An exact transcription of the data below is needed.
START DATA
"""Fills in what a sound job leaves to defaults: paths, values of a stored start, free scalars."""

from __future__ import annotations

from pathlib import Path
from typing import TYPE_CHECKING, Any, TypeVar

from lattice.errors import InputError
from lattice.job.problems import Findings, listed
from lattice.job.schema import ArrayStart, Job, MarchStart, Section, StateStart, WavesStart
from lattice.job.unknowns import axes, default_free, open_means

if TYPE_CHECKING:
    from lattice.laws.law import Law
    from lattice.store.statemeta import StateMeta

S = TypeVar("S", bound=Section)


def changed(section: S, **values: Any) -> S:
    """Return a copy of a section with some keys replaced, checked like the original."""
    given = {name: getattr(section, name) for name in type(section).model_fields}
    return type(section).model_validate({**given, **values})


def find_files(job: Job, folder: Path, findings: Findings) -> Job:
    """Replace the start's file by its absolute path: beside the job file or in the current folder."""
    if not isinstance(job.start, (StateStart, ArrayStart)):
        return job
    given = Path(job.start.file).expanduser()
    candidates = [(folder / given).absolute(), given.absolute()]
    for candidate in candidates:
        if candidate.is_file():
            return changed(job, start=changed(job.start, file=str(candidate)))
    places = listed(dict.fromkeys(str(candidate.parent) for candidate in candidates))
    findings.refuse("start.file", f"must be an existing file, got '{job.start.file}'; looked in {places}")
    return job


def fill_from_state(job: Job, law: Law, findings: Findings) -> Job:
    """Take the values that the job leaves out from the stored state it starts from."""
    if not isinstance(job.start, StateStart):
        return job
    try:
        from lattice.store.statefile import read_meta

        meta = read_meta(job.start.file)
    except InputError as error:
        findings.refuse("start.file", error.message)
        return job
    _judge_stored(job, law, meta, findings)
    if findings.problems:
        return job
    return changed(job, box=_box_from(job, law, meta), law=_law_from(job, law, meta))


def _judge_stored(job: Job, law: Law, meta: StateMeta, findings: Findings) -> None:
    if (meta.components, meta.dimensions) != (law.components, law.dimensions):
        findings.refuse(
            "start.file",
            f"must hold components {listed(law.components)} in {law.dimensions} dimension(s),"
            f" got {listed(meta.components)} in {meta.dimensions}; take a state of the same law",
        )
    if job.lattice.nt > 1 and job.box.period is None and meta.lattice.nt == 1:
        findings.refuse(
            "box.period",
            "is required: the stored state is steady or travelling, without a period; add it to [box]",
        )


def _box_from(job: Job, law: Law, meta: StateMeta) -> Any:
    names = [f"{kind}_{axis}" for axis in axes(law) for kind in ("length", "drift")]
    names += ["rotation"] if law.rotating_pair else []
    if job.lattice.nt > 1:
        names.append("period")
    missing = {n: meta.values[n] for n in names if getattr(job.box, n) is None and n in meta.values}
    return changed(job.box, **missing)


def _law_from(job: Job, law: Law, meta: StateMeta) -> Any:
    if meta.law != law.name or job.law.name is None:
        return job.law
    stored = {name: meta.parameters[name] for name in law.defaults if name in meta.parameters}
    return changed(job.law, parameters={**stored, **job.law.parameters})


def fill_in(job: Job, law: Law, file: Path) -> Job:
    """Return the job with every remaining default written out."""
    means = dict.fromkeys(open_means(law), 0.0) | job.solve.mean
    free = job.solve.free if job.solve.free is not None else default_free(law, job.lattice.nt, means)
    named = tuple(name for name in free if not name.startswith("source_"))
    return changed(
        job,
        law=_law_filled(job, law),
        box=_box_filled(job, law),
        lattice=_lattice_filled(job, law),
        solve=changed(job.solve, free=named, mean=means),
        start=_start_filled(job, law, means, free),
        output=changed(job.output, folder=job.output.folder or f"runs/{file.stem}"),
    )


def _box_filled(job: Job, law: Law) -> Any:
    names = [f"drift_{axis}" for axis in axes(law)] + (["rotation"] if law.rotating_pair else [])
    return changed(job.box, **{name: getattr(job.box, name) or 0.0 for name in names})


def _law_filled(job: Job, law: Law) -> Any:
    if job.law.name is None:
        return changed(job.law, components=job.law.components or ("u",), dimensions=job.law.dimensions or 1)
    return changed(job.law, parameters={**law.defaults, **job.law.parameters})


def _lattice_filled(job: Job, law: Law) -> Any:
    if law.dimensions == 1 or job.lattice.order_y is not None:
        return job.lattice
    return changed(job.lattice, order_y=job.lattice.order_x)


def _start_filled(job: Job, law: Law, means: dict[str, float], free: tuple[str, ...]) -> Any:
    start = job.start
    if not isinstance(start, (MarchStart, WavesStart)):
        return start
    filled = changed(start, mean={c: means.get(c, 0.0) for c in law.components} | start.mean)
    if isinstance(filled, WavesStart):
        modes = tuple(changed(wave, component=wave.component or law.components[0]) for wave in filled.modes)
        return changed(filled, modes=modes)
    if filled.match_drift is None:
        guessed = (axis for axis in axes(law) if getattr(job.box, f"drift_{axis}") is None)
        filled = changed(filled, match_drift=tuple(axis for axis in guessed if f"drift_{axis}" in free))
    if filled.match_rotation is None:
        filled = changed(filled, match_rotation="rotation" in free and job.box.rotation is None)
    return filled
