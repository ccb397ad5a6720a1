"""Job: the user's TOML job file, validated and resolved."""
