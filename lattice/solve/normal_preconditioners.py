"""Which preconditioner of the normal equations serves which damping."""

from __future__ import annotations

from collections.abc import Callable
from typing import TYPE_CHECKING

from lattice.solve.normal_inverse import InverseNormal
from lattice.solve.normal_spectral import SpectralNormal

if TYPE_CHECKING:
    from lattice.solve.normal import NormalPreconditioner
    from lattice.solve.registry import Preconditioner
    from lattice.system.system import System


class Preconditioners:
    """The spectral preconditioner for large damping, the inverse for small, each set up once at a point.

    Collective, as all methods.

    Parameters
    ----------
    system : System
    make : callable
        Makes the approximate inverse of the Jacobian; called when it is first needed.
    """

    def __init__(self, system: System, make: Callable[[], Preconditioner]) -> None:
        self.system, self._make = system, make
        self.spectral = SpectralNormal(system)
        self.inverse: InverseNormal | None = None
        self._ready: set[str] = set()

    def new_point(self) -> float:
        """Forget set-ups: the system has been linearised elsewhere. Return the scale of J^T J there."""
        self._ready = {"spectral"}
        self.spectral.update(1.0)
        return self.spectral.scale

    def serving(self, damping: float, spectral_from: float) -> tuple[str, NormalPreconditioner]:
        """Return the preconditioner for a damping, ready, and its name."""
        if damping >= spectral_from:
            self.spectral.damp(damping)
            return "spectral", self.spectral
        if self.inverse is None:
            self.inverse = InverseNormal(self.system, self._make())
        if "inverse" not in self._ready:
            self.inverse.update(damping)
            self._ready.add("inverse")
        return "inverse", self.inverse

    def destroy(self) -> None:
        """Free both."""
        self.spectral.destroy()
        if self.inverse is not None:
            self.inverse.destroy()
END DATA
*YOUR SOLUTION*:
"""Fills in what a sound job leaves to defaults: paths, values of a stored start, free scalars."""

from __future__ import annotations

from pathlib import Path
from typing import TYPE_CHECKING, Any, TypeVar

from lattice.errors import InputError
from lattice.job.problems import Findings, listed
from lattice.job.schema import ArrayStart, Job, MarchStart, Section, StateStart, WavesStart
from lattice.job.unknowns import axes, default_free, open_means

if TYPE_CHECKING:
    from lattice.laws.law import Law
    from lattice.store.statemeta import StateMeta

S = TypeVar("S", bound=Section)


def changed(section: S, **values: Any) -> S:
    """Return a copy of a section with some keys replaced, checked like the original."""
    given = {name: getattr(section, name) for name in type(section).model_fields}
    return type(section).model_validate({**given, **values})


def find_files(job: Job, folder: Path, findings: Findings) -> Job:
    """Replace the start's file by its absolute path: beside the job file or in the current folder."""
    if not isinstance(job.start, (StateStart, ArrayStart)):
        return job
    given = Path(job.start.file).expanduser()
    candidates = [(folder / given).absolute(), given.absolute()]
    for candidate in candidates:
        if candidate.is_file():
            return changed(job, start=changed(job.start, file=str(candidate)))
    places = listed(dict.fromkeys(str(candidate.parent) for candidate in candidates))
    findings.refuse("start.file", f"must be an existing file, got '{job.start.file}'; looked in {places}")
    return job


def fill_from_state(job: Job, law: Law, findings: Findings) -> Job:
    """Take the values that the job leaves out from the stored state it starts from."""
    if not isinstance(job.start, StateStart):
        return job
    try:
        from lattice.store.statefile import read_meta

        meta = read_meta(job.start.file)
    except InputError as error:
        findings.refuse("start.file", error.message)
        return job
    _judge_stored(job, law, meta, findings)
    if findings.problems:
        return job
    return changed(job, box=_box_from(job, law, meta), law=_law_from(job, law, meta))


def _judge_stored(job: Job, law: Law, meta: StateMeta, findings: Findings) -> None:
    if (meta.components, meta.dimensions) != (law.components, law.dimensions):
        findings.refuse(
            "start.file",
            f"must hold components {listed(law.components)} in {law.dimensions} dimension(s),"
            f" got {listed(meta.components)} in {meta.dimensions}; take a state of the same law",
        )
    if job.lattice.nt > 1 and job.box.period is None and meta.lattice.nt == 1:
        findings.refuse(
            "box.period",
            "is required: the stored state is steady or travelling, without a period; add it to [box]",
        )


def _box_from(job: Job, law: Law, meta: StateMeta) -> Any:
    names = [f"{kind}_{axis}" for axis in axes(law) for kind in ("length", "drift")]
    names += ["rotation"] if law.rotating_pair else []
    if job.lattice.nt > 1:
        names.append("period")
    missing = {n: meta.values[n] for n in names if getattr(job.box, n) is None and n in meta.values}
    return changed(job.box, **missing)


def _law_from(job: Job, law: Law, meta: StateMeta) -> Any:
    if meta.law != law.name or job.law.name is None:
        return job.law
    stored = {name: meta.parameters[name] for name in law.defaults if name in meta.parameters}
    return changed(job.law, parameters={**stored, **job.law.parameters})


def fill_in(job: Job, law: Law, file: Path) -> Job:
    """Return the job with every remaining default written out."""
    means = dict.fromkeys(open_means(law), 0.0) | job.solve.mean
    free = job.solve.free if job.solve.free is not None else default_free(law, job.lattice.nt, means)
    named = tuple(name for name in free if not name.startswith("source_"))
    return changed(
        job,
        law=_law_filled(job, law),
        box=_box_filled(job, law),
        lattice=_lattice_filled(job, law),
        solve=changed(job.solve, free=named, mean=means),
        start=_start_filled(job, law, means, free),
        output=changed(job.output, folder=job.output.folder or f"runs/{file.stem}"),
    )


def _box_filled(job: Job, law: Law) -> Any:
    names = [f"drift_{axis}" for axis in axes(law)] + (["rotation"] if law.rotating_pair else [])
    return changed(job.box, **{name: getattr(job.box, name) or 0.0 for name in names})


def _law_filled(job: Job, law: Law) -> Any:
    if job.law.name is None:
        return changed(job.law, components=job.law.components or ("u",), dimensions=job.law.dimensions or 1)
    return changed(job.law, parameters={**law.defaults, **job.law.parameters})


def _lattice_filled(job: Job, law: Law) -> Any:
    if law.dimensions == 1 or job.lattice.order_y is not None:
        return job.lattice
    return changed(job.lattice, order_y=job.lattice.order_x)


def _start_filled(job: Job, law: Law, means: dict[str, float], free: tuple[str, ...]) -> Any:
    start = job.start
    if not isinstance(start, (MarchStart, WavesStart)):
        return start
    filled = changed(start, mean={c: means.get(c, 0.0) for c in law.components} | start.mean)
    if isinstance(filled, WavesStart):
        modes = tuple(changed(wave, component=wave.component or law.components[0]) for wave in filled.modes)
        return changed(filled, modes=modes)
    if filled.match_drift is None:
        guessed = (axis for axis in axes(law) if getattr(job.box, f"drift_{axis}") is None)
        filled = changed(filled, match_drift=tuple(axis for axis in guessed if f"drift_{axis}" in free))
    if filled.match_rotation is None:
        filled = changed(filled, match_rotation="rotation" in free and job.box.rotation is None)
    return filled
repository ccb397ad5a6720a1
"""Job: the user's TOML job file, validated and resolved."""
filename lattice/solve/normal_preconditioners.py
"""Which preconditioner of the normal equations serves which damping."""

from __future__ import annotations

from collections.abc import Callable
from typing import TYPE_CHECKING

from lattice.solve.normal_inverse import InverseNormal
from lattice.solve.normal_spectral import SpectralNormal

if TYPE_CHECKING:
    from lattice.solve.normal import NormalPreconditioner
    from lattice.solve.registry import Preconditioner
    from lattice.system.system import System


class Preconditioners:
    """The spectral preconditioner for large damping, the inverse for small, each set up once at a point.

    Collective, as all methods.

    Parameters
    ----------
    system : System
    make : callable
        Makes the approximate inverse of the Jacobian; called when it is first needed.
    """

    def __init__(self, system: System, make: Callable[[], Preconditioner]) -> None:
        self.system, self._make = system, make
        self.spectral = SpectralNormal(system)
        self.inverse: InverseNormal | None = None
        self._ready: set[str] = set()

    def new_point(self) -> float:
        """Forget set-ups: the system has been linearised elsewhere. Return the scale of J^T J there."""
        self._ready = {"spectral"}
        self.spectral.update(1.0)
        return self.spectral.scale

    def serving(self, damping: float, spectral_from: float) -> tuple[str, NormalPreconditioner]:
        """Return the preconditioner for a damping, ready, and its name."""
        if damping >= spectral_from:
            self.spectral.damp(damping)
            return "spectral", self.spectral
        if self.inverse is None:
            self.inverse = InverseNormal(self.system, self._make())
        if "inverse" not in self._ready:
            self.inverse.update(damping)
            self._ready.add("inverse")
        return "inverse", self.inverse

    def destroy(self) -> None:
        """Free both."""
        self.spectral.destroy()
        if self.inverse is not None:
            self.inverse.destroy()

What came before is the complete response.